May 24 (UPI) -- Weather has become a major concern for the planned launch of two American astronauts Wednesday from Kennedy Space Center in Florida in the first crewed mission from U.S. soil in nine years.
The projected liftoff has a 60 percent of violating weather constraints because of a thick cloud cover and the likelihood that their SpaceX Falcon 9 rocket would fly through rain, Air Force meteorologists at nearly Patrick Air Force Base said Sunday.
"On launch day, remnant moisture" from a tropical wave will remain in the area, according to the Launch Mission Execution Forecast. "The primary launch weather concerns remain flight through precipitation, the thick cloud layer rule and the cumulus cloud rule associated with the remnant tropical moisture and proximity of [a] developing low."
A launch cannot occur if precipitation is occurring at the launch pad or within the flight path. Similarly a launch generally cannot occur if any part of the planned flight path is through a layer of clouds within 5 nautical miles and is 4,500 feet thick or thicker. Other parameters have to be met, as well.
If the launch is scrubbed, NASA has said, the next attempt to send the Crew Dragon capsule to the International Space Station would come Saturday. Both President Donald Trump and Vice President Mike Pence have announced they would attend the launch Wednesday, and it was not clear whether a postponement would change those plans to attend.
Despite the dire weather forecast, astronauts Doug Hurley and Bob Behnken -- and the mission team -- participated in a "dry dress' rehearsal Saturday in which they donned their black and white spacesuits and made a 20-minute drive in a Tesla Model X to Launch Complex 39A.
Elon Musk operates SpaceX and also is the chief executive officer of Tesla.

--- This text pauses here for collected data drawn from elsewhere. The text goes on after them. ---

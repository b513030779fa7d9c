"""What a template may hold under the strict content security policy, and in which tone."""

from __future__ import annotations

import re
from collections.abc import Iterator
from pathlib import Path

from tests.layout.findings import Finding, files, line_of, name_of

TEMPLATES = ("templates", "fleet/templates", "reliability/templates")
DRAWINGS = ("fleet", "reliability")
FORBIDDEN_MARKUP = {
    r"<[^>]*\sstyle\s*=": "style= is blocked by the content policy; give it a class in the style sheet",
    r"<[^>]*\son[a-z]+\s*=\s*[\"']": "an inline handler is blocked by the content policy; listen in a script file",
    r"<script(?![^>]*\bsrc\s*=)(?![^>]*application/json)[^>]*>": (
        "an inline script is blocked by the content policy; put it into a file under static/"
    ),
    r"<style\b": "a style element is blocked by the content policy; put the rules into the style sheet",
    r"\bhref\s*=\s*[\"']\s*javascript:": "a javascript: address is blocked by the content policy; use a button",
    r"\bhx-on\b|\bhx-vals\s*=\s*[\"']js:": "htmx may not evaluate code here; listen in a file under static/",
    r"<(?:script|img|iframe|source|video|audio|embed)\b[^>]*\bsrc\s*=\s*[\"'](?:https?:)?//": (
        "an outside address would be contacted; copy the file into static/"
    ),
    r"<link\b[^>]*\bhref\s*=\s*[\"'](?:https?:)?//": (
        "an outside address would be contacted; copy the file into static/"
    ),
}
NOT_TEXT = re.compile(r"<!--.*?-->|\{#.*?#\}|\{%.*?%\}|\{\{.*?\}\}|<[^>]*>", re.DOTALL)


def templates_obey_the_policy(root: Path) -> Iterator[Finding]:
    for path in files(root, "*.html", "*.svg", under=TEMPLATES):
        text = path.read_text(encoding="utf-8")
        for pattern, remedy in FORBIDDEN_MARKUP.items():
            for match in re.finditer(pattern, text, re.IGNORECASE):
                yield Finding(name_of(root, path), line_of(text, match.start()), remedy)


def drawings_obey_the_policy(root: Path) -> Iterator[Finding]:
    """Markup that Python writes (the life lines) stands under the same policy."""
    markup = re.compile(r"<[a-z]+[^<>\n]*\sstyle=[\"'\\]")
    for path in files(root, "*.py", under=DRAWINGS):
        text = path.read_text(encoding="utf-8")
        for match in markup.finditer(text):
            remedy = "style= is blocked by the content policy; give it a class in the style sheet"
            yield Finding(name_of(root, path), line_of(text, match.start()), remedy)


def pages_do_not_shout(root: Path) -> Iterator[Finding]:
    for path in files(root, "*.html", "*.txt", under=TEMPLATES):
        text = path.read_text(encoding="utf-8")
        visible = NOT_TEXT.sub(lambda match: re.sub(r"[^\n]", " ", match.group()), text)
        for match in re.finditer("!", visible):
            remedy = "an exclamation mark; say the state, the value and the remedy in a calm sentence"
            yield Finding(name_of(root, path), line_of(visible, match.start()), remedy)


RULES = [templates_obey_the_policy, drawings_obey_the_policy, pages_do_not_shout]
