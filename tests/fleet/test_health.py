"""The address that a watcher asks, without signing in."""

from __future__ import annotations

import pytest
from django.db import OperationalError, connection
from django.test import Client


@pytest.mark.django_db
def test_it_answers_anybody(client: Client) -> None:
    answer = client.get("/health")
    assert (answer.status_code, answer.content) == (200, b"ok")
    assert "no-store" in answer["Cache-Control"]


@pytest.mark.django_db
def test_it_says_when_the_database_is_gone(client: Client, monkeypatch: pytest.MonkeyPatch) -> None:
    def gone() -> None:
        raise OperationalError("the server closed the connection")

    monkeypatch.setattr(connection, "cursor", gone)
    answer = client.get("/health")
    assert (answer.status_code, answer.content) == (503, b"the database does not answer")


def test_it_is_for_asking_only(client: Client) -> None:
    assert client.post("/health").status_code == 405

Hurley and Behnken then took a service tower elevator to the spacecraft access arm gantry and climbed into the capsule. They checked out communication systems, and the hatch was closed. They then went through a run-through with all launch personnel.
According to the space agency, "the rehearsal concluded with the go/no-go poll for Falcon 9 propellant loading, which normally occurs 45 minutes before launch."
A day before the rehearsal, engineers successfully fired the rocket's nine Merlin first-stage engines for seven seconds in what NASA describes as a "critical but routine test."
The liftoff, should it occur Wednesday, is planned for 4:33 p.m. EDT. The Dragon capsule would dock with the International Space Station on Thursday at 11:29 a.m. EDT.